Rapid, Novel, Specific, High-Throughput Assay for Diagnosis of Loa loa Infection{triangledown}

Peter D. Burbelo,1 Roshan Ramanathan,2 Amy D. Klion,2 Michael J. Iadarola,1 and Thomas B. Nutman2*

Neurobiology and Pain Therapeutics Section, Laboratory of Sensory Biology, National Institute of Dental and Craniofacial Research,1 Laboratory of Parasitic Diseases, National Institutes of Health, 4 Center Drive, Bethesda, Maryland 208922

Received 12 March 2008/ Returned for modification 7 May 2008/ Accepted 15 May 2008

The ability to diagnose Loa loa infection readily and accurately remains a demanding task. Among the available diagnostic methods, many are impractical for point-of-care field testing. To investigate whether luciferase immunoprecipitation systems (LIPS) can be used for rapid and specific diagnosis of L. loa infection, a LIPS assay was developed based on immunoglobulin G (IgG) and IgG4 subclass antibodies to a recombinant L. loa SXP-1 (designated LlSXP-1) antigen and tested with sera from healthy controls or patients with proven infection with L. loa, Mansonella perstans, Onchocerca volvulus, Strongyloides stercoralis, or Wuchereria bancrofti. A LIPS test measuring IgG antibody against LlSXP-1 readily differentiated L. loa-infected from uninfected patients and demonstrated markedly improved sensitivity and specificity compared with an LlSXP-1 IgG4-based enzyme-linked immunosorbent assay (67% sensitivity and 99% specificity). No significant immunoreactivity was observed with S. stercoralis-infected sera, but a small number of patients infected with O. volvulus, M. perstans, or W. bancrofti showed positive immunoreactivity. Measuring anti-IgG4-specific antibodies to LlSXP-1 showed a significant correlation (r ~ 0.85; P < 0.00001) with the anti-IgG results but showed no advantage over measuring the total IgG response alone. In contrast, a rapid LIPS format (called QLIPS) in which the tests are performed in less than 15 minutes under nonequilibrium conditions significantly improved the specificity for cross-reactive O. volvulus patient sera (100% sensitivity and 100% specificity). These results suggest that LIPS (and the even more rapid test QLIPS) represents a major advance in the ability to diagnose L. loa infection and may have future applications for point-of-care diagnostics.
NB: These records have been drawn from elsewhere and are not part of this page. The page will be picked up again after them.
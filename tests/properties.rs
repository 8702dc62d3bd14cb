//! Property tests: colour conversions, CIEDE2000, the k-means objectives and the
//! weighted histogram, each checked on many generated inputs (proptest).
//!
//! Each property names where it comes from: a definition in a standard or paper that
//! the implementation must satisfy, not a value computed by this project.

use chromasift::cluster::{kmeans_plus_plus, lloyd, soft_kmeans, split_merge, Dataset, Stop};
use chromasift::colour::{delta_e2000, space_to_srgb8, srgb8_to_lab, srgb8_to_oklab, Space};
use chromasift::histogram::{from_rgba16, from_rgba8, Histogram, TRANSPARENT};
use chromasift::raster::Decoded;
use chromasift::reduce::{reduce_image, ReduceOptions};
use chromasift::rng::Rng;
use proptest::prelude::*;

fn rgb() -> impl Strategy<Value = [u8; 3]> {
    any::<[u8; 3]>()
}

// ---- Colour conversions ----

proptest! {
    #![proptest_config(ProptestConfig::with_cases(100_000))]

    /// sRGB8 → CIELAB → sRGB8 returns the same code values. IEC 61966-2-1 (sRGB) and
    /// CIE 15:2004 (CIELAB) define both directions as exact inverses, and 8-bit code
    /// values are 1/255 apart, far more than the f64 round-off of the two trips.
    #[test]
    fn srgb8_through_cielab_is_exact(c in rgb()) {
        prop_assert_eq!(space_to_srgb8(srgb8_to_lab(c), Space::Cielab), c);
    }

    /// sRGB8 → OKLab → sRGB8 within one code value per channel. OKLab (Ottosson 2020) is
    /// defined by printed matrices; the trip out uses the ones in `src/colour` and the trip
    /// back those of the `palette` crate, which are inverse only to their printed digits,
    /// so one code value is the bound asked of it.
    #[test]
    fn srgb8_through_oklab_within_one_code_value(c in rgb()) {
        let back = space_to_srgb8(srgb8_to_oklab(c), Space::Oklab);
        for ch in 0..3 {
            prop_assert!((back[ch] as i32 - c[ch] as i32).abs() <= 1, "{:?} -> {:?}", c, back);
        }
    }
}

// ---- CIEDE2000 ----

proptest! {
    #![proptest_config(ProptestConfig::with_cases(100_000))]

    /// CIEDE2000 (CIE 142-2001; Sharma, Wu & Dalal 2005, eqs. 1–22) is built only from
    /// pair means, absolute values and squared differences, so it is symmetric in its two
    /// samples and never negative.
    #[test]
    fn ciede2000_symmetric_and_non_negative(a in rgb(), b in rgb()) {
        let (la, lb) = (srgb8_to_lab(a), srgb8_to_lab(b));
        let ab = delta_e2000(la, lb);
        let ba = delta_e2000(lb, la);
        prop_assert!(ab >= 0.0 && ab.is_finite(), "{}", ab);
        prop_assert!((ab - ba).abs() <= 1e-9 * ab.max(1.0), "{} vs {}", ab, ba);
    }

    /// ΔE00 is zero for a colour and itself, and above zero for any two different sRGB8
    /// colours: their CIELAB values differ (the conversion is one-to-one), and the
    /// formula's lightness, chroma and hue terms are zero together only for equal Lab.
    #[test]
    fn ciede2000_zero_only_for_equal_colours(a in rgb(), b in rgb()) {
        let (la, lb) = (srgb8_to_lab(a), srgb8_to_lab(b));
        prop_assert_eq!(delta_e2000(la, la), 0.0);
        if a != b {
            prop_assert!(delta_e2000(la, lb) > 0.0, "{:?} {:?}", a, b);
        }
    }

    /// Arbitrary Lab triples (also outside the sRGB gamut), same two properties.
    #[test]
    fn ciede2000_symmetric_on_any_lab(
        a in (0.0..100.0f64, -128.0..128.0f64, -128.0..128.0f64),
        b in (0.0..100.0f64, -128.0..128.0f64, -128.0..128.0f64),
    ) {
        let (la, lb) = ([a.0, a.1, a.2], [b.0, b.1, b.2]);
        let ab = delta_e2000(la, lb);
        prop_assert!(ab >= 0.0 && ab.is_finite());
        prop_assert!((ab - delta_e2000(lb, la)).abs() <= 1e-9 * ab.max(1.0));
        if la != lb {
            prop_assert!(ab > 0.0);
        }
    }
}

// ---- k-means objectives ----

/// Weighted rows in three dimensions with values spread continuously (so exact distance
/// ties, where the order of summation could decide a label, do not occur).
fn weighted_rows(max_n: usize) -> impl Strategy<Value = (Vec<f32>, Vec<f64>)> {
    (3..max_n).prop_flat_map(|n| {
        (
            prop::collection::vec(-50.0f32..50.0, n * 3),
            prop::collection::vec(0.0f64..20.0, n),
        )
    })
}

fn weighted_sse(rows: &[f32], w: &[f64], means: &[f64]) -> f64 {
    rows.chunks_exact(3)
        .zip(w)
        .map(|(x, &wi)| {
            means
                .chunks_exact(3)
                .map(|m| (0..3).map(|t| (x[t] as f64 - m[t]).powi(2)).sum::<f64>())
                .fold(f64::INFINITY, f64::min)
                * wi
        })
        .sum()
}

proptest! {
    #![proptest_config(ProptestConfig::with_cases(600))]

    /// Lloyd (1982): the assignment step and the mean step each can only lower the
    /// weighted SSE, so over iterations 1, 2, 3, … from one start it never rises.
    #[test]
    fn lloyd_never_raises_the_sse((rows, w) in weighted_rows(80), k in 1usize..6, seed in any::<u64>()) {
        let data = Dataset::new(&rows, 3, Some(&w)).unwrap();
        let init = kmeans_plus_plus(&data, k, &mut Rng::new(seed, 0));
        prop_assume!(!init.is_empty());
        let mut prev = f64::INFINITY;
        for it in 1..=12 {
            for accelerate in [false, true] {
                let r = lloyd(&data, &init, Stop::exact(it), accelerate);
                // Recomputed here in f64 as well as reported.
                let own = weighted_sse(&rows, &w, &r.means);
                prop_assert!((own - r.sse).abs() <= 1e-4 * own.max(1.0), "{} vs {}", own, r.sse);
                prop_assert!(r.sse <= prev * (1.0 + 1e-6) + 1e-9, "iteration {}: {} after {}", it, r.sse, prev);
                if accelerate {
                    prev = r.sse;
                }
            }
        }
    }

    /// Split-and-merge moves (after Kaukoranta, Fränti & Nevalainen 1998) keep a move only
    /// if Lloyd from it lowers the SSE: the result is never above the Lloyd optimum it
    /// started from, and the reported SSE is that of the returned means.
    #[test]
    fn split_merge_never_raises_the_sse((rows, w) in weighted_rows(80), k in 2usize..7, seed in any::<u64>()) {
        let data = Dataset::new(&rows, 3, Some(&w)).unwrap();
        let init = kmeans_plus_plus(&data, k, &mut Rng::new(seed, 0));
        prop_assume!(!init.is_empty());
        let stop = Stop::exact(100);
        let start = lloyd(&data, &init, stop, true).sse;
        let r = split_merge(&data, &init, 8, stop);
        prop_assert_eq!(r.start_sse, start);
        prop_assert!(r.sse <= start, "{} after {}", r.sse, start);
        prop_assert!(r.moves > 0 || r.sse == start);
        let means: Vec<f64> = r.means.iter().map(|&v| v as f64).collect();
        let own = weighted_sse(&rows, &w, &means);
        prop_assert!((own - r.sse).abs() <= 1e-4 * own.max(1.0), "{} vs {}", own, r.sse);
    }

    /// Soft k-means as in MacKay (2003), ch. 20 and §22.4: each responsibility update and
    /// mean update is one step of coordinate descent on the free energy
    /// F = −(1/β) Σ_i w_i ln Σ_k exp(−β d_ik), so the reported F never rises. The
    /// allowance covers the single-precision exponentials (relative error about 1e-7).
    #[test]
    fn soft_kmeans_free_energy_never_rises(
        (rows, w) in weighted_rows(80),
        k in 2usize..6,
        seed in any::<u64>(),
        beta in 0.001f64..2.0,
    ) {
        let data = Dataset::new(&rows, 3, Some(&w)).unwrap();
        let init: Vec<f64> = kmeans_plus_plus(&data, k, &mut Rng::new(seed, 0))
            .into_iter().map(f64::from).collect();
        prop_assume!(init.len() == k * 3);
        let r = soft_kmeans(&data, &init, beta, 40, 0.0);
        let scale = data.total_weight() / beta;
        for pair in r.free_energy.windows(2) {
            let allowance = 1e-6 * (pair[0].abs() + scale);
            prop_assert!(pair[1] <= pair[0] + allowance, "{:?}", r.free_energy);
        }
        // The same trajectory, cut short: runs of 1, 2, … iterations are its prefixes.
        let short = soft_kmeans(&data, &init, beta, 3, 0.0);
        prop_assert_eq!(&short.free_energy[..], &r.free_energy[..short.iterations]);
    }

    /// Lloyd's iterations depend on the set of weighted rows, not their order: the same
    /// start on permuted rows gives the same means and SSE (to summation round-off), and
    /// each row keeps its label.
    #[test]
    fn lloyd_is_invariant_to_row_order(
        (rows, w) in weighted_rows(60),
        k in 1usize..5,
        seed in any::<u64>(),
        shuffle in any::<u64>(),
    ) {
        let data = Dataset::new(&rows, 3, Some(&w)).unwrap();
        let init = kmeans_plus_plus(&data, k, &mut Rng::new(seed, 0));
        prop_assume!(!init.is_empty());
        let n = w.len();
        let mut order: Vec<usize> = (0..n).collect();
        let mut rng = Rng::new(shuffle, 1);
        for i in (1..n).rev() {
            order.swap(i, rng.below(i + 1));
        }
        let p_rows: Vec<f32> = order.iter().flat_map(|&i| rows[i * 3..i * 3 + 3].to_vec()).collect();
        let p_w: Vec<f64> = order.iter().map(|&i| w[i]).collect();
        let p_data = Dataset::new(&p_rows, 3, Some(&p_w)).unwrap();
        let a = lloyd(&data, &init, Stop::exact(100), true);
        let b = lloyd(&p_data, &init, Stop::exact(100), true);
        prop_assert!((a.sse - b.sse).abs() <= 1e-6 * a.sse.max(1.0), "{} vs {}", a.sse, b.sse);
        for (x, y) in a.means.iter().zip(&b.means) {
            prop_assert!((x - y).abs() <= 1e-4 * x.abs().max(1.0), "{:?} vs {:?}", a.means, b.means);
        }
        for (new_pos, &old) in order.iter().enumerate() {
            if w[old] > 0.0 {
                prop_assert_eq!(a.labels[old], b.labels[new_pos]);
            }
        }
    }
}

// ---- Weighted histogram ----

/// Small RGBA8 images drawn from a few colours (so entries repeat) with some pixels
/// fully transparent.
fn image8() -> impl Strategy<Value = Vec<u8>> {
    (1usize..400).prop_flat_map(|n| {
        prop::collection::vec(
            (
                0u8..6,
                0u8..4,
                0u8..3,
                prop::sample::select(vec![0u8, 7, 255, 255, 255]),
            ),
            n,
        )
        .prop_map(|px| {
            px.into_iter()
                .flat_map(|(r, g, b, a)| [r * 50, g * 80, b * 120, a])
                .collect()
        })
    })
}

proptest! {
    #![proptest_config(ProptestConfig::with_cases(1000))]

    /// A histogram counts pixels, so (by the definition of counting) the histogram of an
    /// image equals the sum of the histograms of any split of its pixels.
    #[test]
    fn histogram_of_image_equals_merge_of_any_split(
        px in image8(),
        cuts in prop::collection::vec(any::<prop::sample::Index>(), 0..5),
    ) {
        let n = px.len() / 4;
        let mut at: Vec<usize> = cuts.iter().map(|c| c.index(n + 1)).collect();
        at.push(0);
        at.push(n);
        at.sort_unstable();
        let parts: Vec<Histogram> = at
            .windows(2)
            .filter(|s| s[1] > s[0])
            .map(|s| from_rgba8(&px[s[0] * 4..s[1] * 4]).histogram)
            .collect();
        let whole = from_rgba8(&px).histogram;
        prop_assert_eq!(Histogram::merge(&parts).unwrap(), whole.clone());
        prop_assert_eq!(whole.total() as usize, px.chunks_exact(4).filter(|p| p[3] != 0).count());
    }

    /// The same for 16-bit samples.
    #[test]
    fn sixteen_bit_histogram_equals_merge_of_any_split(
        px in prop::collection::vec((0u16..4, 0u16..3, 0u16..3, 0u16..2), 1..300),
        cut in any::<prop::sample::Index>(),
    ) {
        let flat: Vec<u16> = px.iter().flat_map(|&(r, g, b, a)| [r * 21845, g * 30000, b * 7, a * 65535]).collect();
        let m = cut.index(px.len() + 1) * 4;
        let whole = from_rgba16(&flat).histogram;
        let parts: Vec<Histogram> = [&flat[..m], &flat[m..]]
            .iter()
            .filter(|p| !p.is_empty())
            .map(|p| from_rgba16(p).histogram)
            .collect();
        prop_assert_eq!(Histogram::merge(&parts).unwrap(), whole);
    }

    /// Permuting the pixels leaves the histogram unchanged (entries are sorted by colour)
    /// and moves each pixel's entry index with it.
    #[test]
    fn histogram_is_invariant_to_pixel_order(px in image8(), shuffle in any::<u64>()) {
        let n = px.len() / 4;
        let mut order: Vec<usize> = (0..n).collect();
        let mut rng = Rng::new(shuffle, 2);
        for i in (1..n).rev() {
            order.swap(i, rng.below(i + 1));
        }
        let permuted: Vec<u8> = order.iter().flat_map(|&i| px[i * 4..i * 4 + 4].to_vec()).collect();
        let a = from_rgba8(&px);
        let b = from_rgba8(&permuted);
        prop_assert_eq!(&a.histogram, &b.histogram);
        for (new_pos, &old) in order.iter().enumerate() {
            prop_assert_eq!(a.pixel_entry[old], b.pixel_entry[new_pos]);
            if px[old * 4 + 3] == 0 {
                prop_assert_eq!(a.pixel_entry[old], TRANSPARENT);
            }
        }
    }
}

proptest! {
    #![proptest_config(ProptestConfig::with_cases(120))]

    /// The whole weighted-histogram path of plain k-means (histogram, k-means++ with a
    /// fixed seed, Lloyd, palette) sees only the sorted histogram, so a reordered image gets
    /// the same palette document and every pixel the same palette index. (The default
    /// objective, which keeps colour families, and the lost-area report look at where
    /// colours sit in the image, so they are left out here by design.)
    #[test]
    fn reduction_is_invariant_to_pixel_order(px in image8(), shuffle in any::<u64>(), k in 1usize..5) {
        let n = px.len() / 4;
        prop_assume!(px.chunks_exact(4).any(|p| p[3] != 0));
        let mut order: Vec<usize> = (0..n).collect();
        let mut rng = Rng::new(shuffle, 3);
        for i in (1..n).rev() {
            order.swap(i, rng.below(i + 1));
        }
        let permuted: Vec<u8> = order.iter().flat_map(|&i| px[i * 4..i * 4 + 4].to_vec()).collect();
        let opts = ReduceOptions {
            objective: chromasift::families::Objective::Plain,
            ..ReduceOptions::new(k)
        };
        let mut a = reduce_image(&Decoded::from_rgba8(n as u32, 1, px.clone()), &opts).unwrap();
        let mut b = reduce_image(&Decoded::from_rgba8(n as u32, 1, permuted), &opts).unwrap();
        a.document.lost_areas.clear();
        b.document.lost_areas.clear();
        prop_assert_eq!(&a.palette, &b.palette);
        prop_assert_eq!(&a.document, &b.document);
        for (new_pos, &old) in order.iter().enumerate() {
            prop_assert_eq!(a.pixel_index[old], b.pixel_index[new_pos]);
        }
    }
}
* Corresponding author. Mailing address: Building 4, Room B1-03, 4 Center Drive, National Institutes of Health, Bethesda, MD 20892. Phone: (301) 496-5398. Fax: (301) 480-3757. E-mail: tnutman{at}niaid.nih.gov

{triangledown} Published ahead of print on 28 May 2008.


Journal of Clinical Microbiology, July 2008, p. 2298-2304, Vol. 46, No. 7
0095-1137/08/$08.00+0     doi:10.1128/JCM.00490-08
Copyright © 2008, American Society for Microbiology. All Rights Reserved.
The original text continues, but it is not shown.